= Exercise inputs =

package ladderwell.kernel.sentence;

import java.util.List;
import java.util.Optional;

/**
 * A kind of a noun: harmonic, box, coherent, ….
 *
 * @param word the word or words after the colon, lower case
 * @param alias another name that the trade uses for it; may be empty
 * @param phrase how messages call it: "harmonic oscillator", "box", "coherent state"
 * @param meaning one line that says what it is
 * @param formula its formula; may be empty
 * @param homes the kinds of the noun named after {@code in} that it can live in; empty where any will do
 * @param keys its keys, most usual first
 * @param ways the ways to say enough
 * @param argument what follows the kind at once, without a word before it: a formula, a file, a number
 * @param links keys that follow without a comma, before the noun's own lead: of, …
 * @param parameters whether any other name may be given a value, for a formula to use
 */
public record NounKind(
        String word,
        String alias,
        String phrase,
        String meaning,
        String formula,
        List<String> homes,
        List<Key> keys,
        List<Way> ways,
        Optional<Key> argument,
        List<Key> links,
        boolean parameters) {

    /** Copies the lists. */
    public NounKind {
        homes = List.copyOf(homes);
        keys = List.copyOf(keys);
        ways = List.copyOf(ways);
        links = List.copyOf(links);
    }

    static NounKind of(String word, String phrase, String meaning, String formula) {
        return new NounKind(
                word,
                "",
                phrase,
                meaning,
                formula,
                List.of(),
                List.of(),
                List.of(),
                Optional.empty(),
                List.of(),
                false);
    }

    NounKind alias(String other) {
        return new NounKind(word, other, phrase, meaning, formula, homes, keys, ways, argument, links, parameters);
    }

    NounKind homes(String... kinds) {
        return new NounKind(
                word, alias, phrase, meaning, formula, List.of(kinds), keys, ways, argument, links, parameters);
    }

    NounKind keys(Key... list) {
        return new NounKind(
                word, alias, phrase, meaning, formula, homes, List.of(list), ways, argument, links, parameters);
    }

    NounKind ways(Way... list) {
        return new NounKind(
                word, alias, phrase, meaning, formula, homes, keys, List.of(list), argument, links, parameters);
    }

    NounKind argument(Key key) {
        return new NounKind(
                word, alias, phrase, meaning, formula, homes, keys, ways, Optional.of(key), links, parameters);
    }

    NounKind links(Key... list) {
        return new NounKind(
                word, alias, phrase, meaning, formula, homes, keys, ways, argument, List.of(list), parameters);
    }

    NounKind withParameters() {
        return new NounKind(word, alias, phrase, meaning, formula, homes, keys, ways, argument, links, true);
    }
}
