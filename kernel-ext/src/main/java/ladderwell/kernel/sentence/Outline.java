package ladderwell.kernel.sentence;

import java.util.ArrayList;
import java.util.List;
import java.util.Optional;
import java.util.stream.Collectors;
import ladderwell.kernel.sentence.Noun.Head;
import ladderwell.kernel.sentence.Piece.Sort;

/**
 * The parts of a sentence as far as they can be told apart. Never fails; what is missing is empty, and what is wrong is
 * found by whoever asks more of it: the reader, the completer, the inspector.
 *
 * @param nounPiece the first piece
 * @param noun the noun it is
 * @param subject the pieces up to the colon, or up to the first comma where the noun takes no colon
 * @param colon the colon
 * @param head the kind, or the name after the colon
 * @param kind the kind it is
 * @param clauses what follows, parted at commas; the first is joined where it follows the head without a comma
 */
record Outline(
        Optional<Piece> nounPiece,
        Optional<Noun> noun,
        List<Piece> subject,
        Optional<Piece> colon,
        List<Piece> head,
        Optional<NounKind> kind,
        List<Clause> clauses) {

    /**
     * An entry: a key and its value, or an item of a list.
     *
     * @param joined whether it follows the head without a comma
     * @param comma the comma before it, if there is one
     * @param key the key, if it starts with one
     * @param keyPieces the pieces of the key
     * @param value the pieces after the key; all of them where there is no key
     */
    record Clause(boolean joined, Optional<Piece> comma, Optional<Key> key, List<Piece> keyPieces, List<Piece> value) {
        /** The key's pieces, or of a kind's own argument the kind's, and the value's. */
        List<Piece> pieces() {
            List<Piece> all = new ArrayList<>(keyPieces);
            all.addAll(value);
            return all;
        }

        Optional<Place> place() {
            return placeOf(pieces());
        }
    }

    static Optional<Place> placeOf(List<Piece> pieces) {
        return pieces.isEmpty()
                ? Optional.empty()
                : Optional.of(
                        pieces.get(0).place().to(pieces.get(pieces.size() - 1).place()));
    }

    static String text(List<Piece> pieces) {
        return pieces.stream().map(Piece::typed).collect(Collectors.joining(" "));
    }

    static Outline of(Grammar grammar, List<Piece> all) {
        List<Piece> pieces =
                all.stream().filter(piece -> !piece.is(Sort.COMMENT)).toList();
        if (pieces.isEmpty()) {
            return new Outline(
                    Optional.empty(),
                    Optional.empty(),
                    List.of(),
                    Optional.empty(),
                    List.of(),
                    Optional.empty(),
                    List.of());
        }
        Optional<Noun> noun = Optional.of(pieces.get(0))
                .filter(piece -> piece.is(Sort.WORD))
                .flatMap(piece -> grammar.noun(piece.text()));
        List<Piece> rest = pieces.subList(1, pieces.size());
        int colonAt = index(rest, Sort.COLON);
        int commaAt = index(rest, Sort.COMMA);
        boolean takesColon = noun.isPresent() && noun.get().head() != Head.NONE;
        List<Piece> subject;
        Optional<Piece> colon = Optional.empty();
        List<Piece> body;
        if (colonAt < commaAt || (takesColon && colonAt < rest.size())) {
            subject = rest.subList(0, colonAt);
            colon = Optional.of(rest.get(colonAt));
            body = rest.subList(colonAt + 1, rest.size());
        } else if (takesColon) {
            subject = rest.subList(0, commaAt);
            body = rest.subList(commaAt, rest.size());
        } else {
            // Without a colon the name is one word, and a lead key may follow it.
            int words = Math.min(1, commaAt);
            subject = rest.subList(0, words);
            body = rest.subList(words, rest.size());
        }
        return new Body(noun, body, colon.isPresent()).outline(pieces.get(0), subject, colon);
    }

    private static int index(List<Piece> pieces, Sort sort) {
        for (int i = 0; i < pieces.size(); i++) {
            if (pieces.get(i).is(sort)) {
                return i;
            }
        }
        return pieces.size();
    }

    /** What follows the colon, or the name where there is none. */
    private record Body(Optional<Noun> noun, List<Piece> pieces, boolean afterColon) {

        Outline outline(Piece nounPiece, List<Piece> subject, Optional<Piece> colon) {
            int first = index(pieces, Sort.COMMA);
            List<Piece> opening = pieces.subList(0, first);
            Head form = noun.map(Noun::head).orElse(Head.NONE);
            List<Piece> head = List.of();
            Optional<NounKind> kind = Optional.empty();
            if (afterColon && form == Head.REFERENCE) {
                head = opening.subList(0, Math.min(1, opening.size()));
            } else if (afterColon && form == Head.KIND) {
                int words = kindLength(opening);
                kind = words == 0 ? Optional.empty() : noun.get().kind(text(opening.subList(0, words)));
                head = opening.subList(0, words == 0 ? beforeLead(opening) : words);
            }
            Optional<NounKind> found = kind;
            List<Key> keys = noun.map(n -> n.keys(found)).orElse(List.of());
            List<Clause> clauses = new ArrayList<>();
            List<Piece> joined = opening.subList(head.size(), opening.size());
            Optional<Key> argument = kind.flatMap(NounKind::argument);
            List<String> leads = noun.map(n -> n.leads(found)).orElse(List.of()).stream()
                    .map(Key::word)
                    .toList();
            if (argument.isPresent()) {
                boolean missing = joined.isEmpty() || isLead(leads, joined.get(0));
                List<Piece> value = joined.subList(0, missing ? 0 : 1);
                clauses.add(new Clause(true, Optional.empty(), argument, head, value));
                joined = joined.subList(value.size(), joined.size());
            }
            for (int from = 0; from < joined.size(); ) {
                int to = from + 1;
                while (to < joined.size() && !isLead(leads, joined.get(to))) {
                    to++;
                }
                clauses.add(clause(keys, form != Head.ITEMS, Optional.empty(), joined.subList(from, to)));
                from = to;
            }
            if (joined.isEmpty() && afterColon && form == Head.ITEMS) {
                clauses.add(clause(keys, false, Optional.empty(), joined));
            }
            for (int at = first; at < pieces.size(); ) {
                List<Piece> after = pieces.subList(at + 1, pieces.size());
                int next = index(after, Sort.COMMA);
                List<Piece> words = after.subList(0, next);
                int rider = rider(kind, words);
                Clause clause = clause(keys, false, Optional.of(pieces.get(at)), words.subList(0, rider));
                clauses.add(kind.filter(NounKind::parameters).isPresent() ? named(clause) : clause);
                if (rider < next) {
                    clauses.add(clause(keys, true, Optional.empty(), words.subList(rider, next)));
                }
                at += 1 + next;
            }
            return new Outline(Optional.of(nounPiece), noun, subject, colon, head, kind, clauses);
        }

        /** Where a key of the kind that needs no comma stands behind a value, as in "drive 80 kHz at 5 GHz"; else the end. */
        private static int rider(Optional<NounKind> kind, List<Piece> words) {
            List<String> links = kind.map(NounKind::links).orElse(List.of()).stream()
                    .map(Key::word)
                    .toList();
            for (int i = 2; i < words.size(); i++) {
                if (isLead(links, words.get(i))) {
                    return i;
                }
            }
            return words.size();
        }

        /** How many pieces the longest kind takes that they start with. */
        private int kindLength(List<Piece> opening) {
            for (int n = Math.min(3, opening.size()); n > 0; n--) {
                List<Piece> words = opening.subList(0, n);
                if (words.stream().allMatch(piece -> piece.is(Sort.WORD))
                        && noun.flatMap(some -> some.kind(text(words))).isPresent()) {
                    return n;
                }
            }
            return 0;
        }

        private int beforeLead(List<Piece> opening) {
            Optional<Key> lead = noun.flatMap(Noun::lead);
            for (int i = 0; i < opening.size(); i++) {
                Piece piece = opening.get(i);
                if (lead.isPresent() && piece.isWord(lead.get().word())) {
                    return i;
                }
            }
            return opening.size();
        }

        private static boolean isLead(List<String> leads, Piece piece) {
            return leads.stream().anyMatch(piece::isWord);
        }

        /** A name with a value behind it, where any name may stand, is a parameter. */
        private static Clause named(Clause clause) {
            List<Piece> pieces = clause.value();
            if (clause.key().isPresent()
                    || pieces.size() < 2
                    || !pieces.get(0).is(Sort.WORD)
                    || !Character.isLetter(pieces.get(0).text().codePointAt(0))) {
                return clause;
            }
            return new Clause(
                    false,
                    clause.comma(),
                    Optional.of(Key.parameter(pieces.get(0).text())),
                    pieces.subList(0, 1),
                    pieces.subList(1, pieces.size()));
        }

        private static Clause clause(List<Key> keys, boolean joined, Optional<Piece> comma, List<Piece> pieces) {
            for (Key key : keys) {
                int words = key.word().split(" ").length;
                if (words <= pieces.size()
                        && pieces.subList(0, words).stream().allMatch(piece -> piece.is(Sort.WORD))
                        && Words.plain(text(pieces.subList(0, words))).equals(key.word())) {
                    return new Clause(
                            joined,
                            comma,
                            Optional.of(key),
                            pieces.subList(0, words),
                            pieces.subList(words, pieces.size()));
                }
            }
            return new Clause(joined, comma, Optional.empty(), List.of(), pieces);
        }
    }
}
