package ladderwell.kernel.sentence;

import java.util.List;
import java.util.Optional;

/**
 * Looks up the names that a sentence speaks of.
 *
 * @param kind the kind of the sentence
 */
record References(Grammar grammar, Surroundings surroundings, Optional<NounKind> kind) {

    /** What a name stands for. @param noun the noun it must count as @param taker the word that takes it */
    Known known(String noun, Piece piece, String taker) throws MisreadSentence {
        String name = piece.text();
        String thing = Grammar.thing(noun);
        List<String> fitting = surroundings.all().stream()
                .filter(known -> known.noun().equals(noun))
                .map(Known::name)
                .toList();
        Optional<Known> found = name.length() > 200 ? Optional.empty() : surroundings.find(name);
        if (found.isEmpty()) {
            String hint = fitting.isEmpty()
                    ? "; none is declared yet, as in '"
                            + grammar.noun(noun).map(Noun::example).orElse(noun) + "'"
                    : Words.didYouMean(Words.nearest(name, fitting));
            throw new MisreadSentence(
                    "there is no " + thing.substring(thing.indexOf(' ') + 1) + " " + Words.quoted(name) + hint,
                    piece.place());
        }
        Known known = found.get();
        if (!known.noun().equals(noun)) {
            String such = fitting.isEmpty() ? "" : ", such as " + fitting.get(fitting.size() - 1);
            throw new MisreadSentence(
                    Words.quoted(name) + " is " + Grammar.thing(known.noun()) + "; '" + taker + "' takes " + thing
                            + such,
                    piece.place());
        }
        return known;
    }

    /** Refuses what the kind of the sentence cannot live in. */
    void checkHome(Key key, Known known, Place at) throws MisreadSentence {
        List<String> homes = kind.map(NounKind::homes).orElse(List.of());
        if (homes.isEmpty() || homes.contains(known.kind())) {
            return;
        }
        List<String> phrases =
                homes.stream().map(home -> phrase(key.noun(), home)).toList();
        throw new MisreadSentence(
                Words.article(kind.orElseThrow().phrase()) + " lives in "
                        + Words.either(phrases.stream().map(Words::article).toList()) + "; "
                        + Words.quoted(known.name()) + " is " + Words.article(phrase(key.noun(), known.kind())),
                at);
    }

    private String phrase(String noun, String word) {
        return grammar.noun(noun)
                .flatMap(some -> some.kind(word))
                .map(NounKind::phrase)
                .orElse(word);
    }
}
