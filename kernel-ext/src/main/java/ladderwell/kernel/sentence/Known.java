package ladderwell.kernel.sentence;

/**
 * What is known of a declared name.
 *
 * @param name the name
 * @param noun the noun it counts as: oscillator, state, evolve; another word for what sentences cannot use
 * @param kind its kind: harmonic, coherent, …; empty where its noun has none
 * @param natural whether it is in natural units
 */
public record Known(String name, String noun, String kind, boolean natural) {}
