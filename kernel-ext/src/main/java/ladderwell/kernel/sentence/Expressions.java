package ladderwell.kernel.sentence;

/** The values of Java expressions in braces. */
@FunctionalInterface
public interface Expressions {
    /**
     * The value of an expression.
     *
     * @param place where it stands, for the mistake if there is one
     * @throws MisreadSentence if it has no value
     */
    Object value(String expression, Place place) throws MisreadSentence;
}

= Work instructions =
Return the lines containing "taker", taking each one from the listing.

= Response to the task =
    /** What a name stands for. @param noun the noun it must count as @param taker the word that takes it */
    Known known(String noun, Piece piece, String taker) throws MisreadSentence {
                    Words.quoted(name) + " is " + Grammar.thing(known.noun()) + "; '" + taker + "' takes " + thing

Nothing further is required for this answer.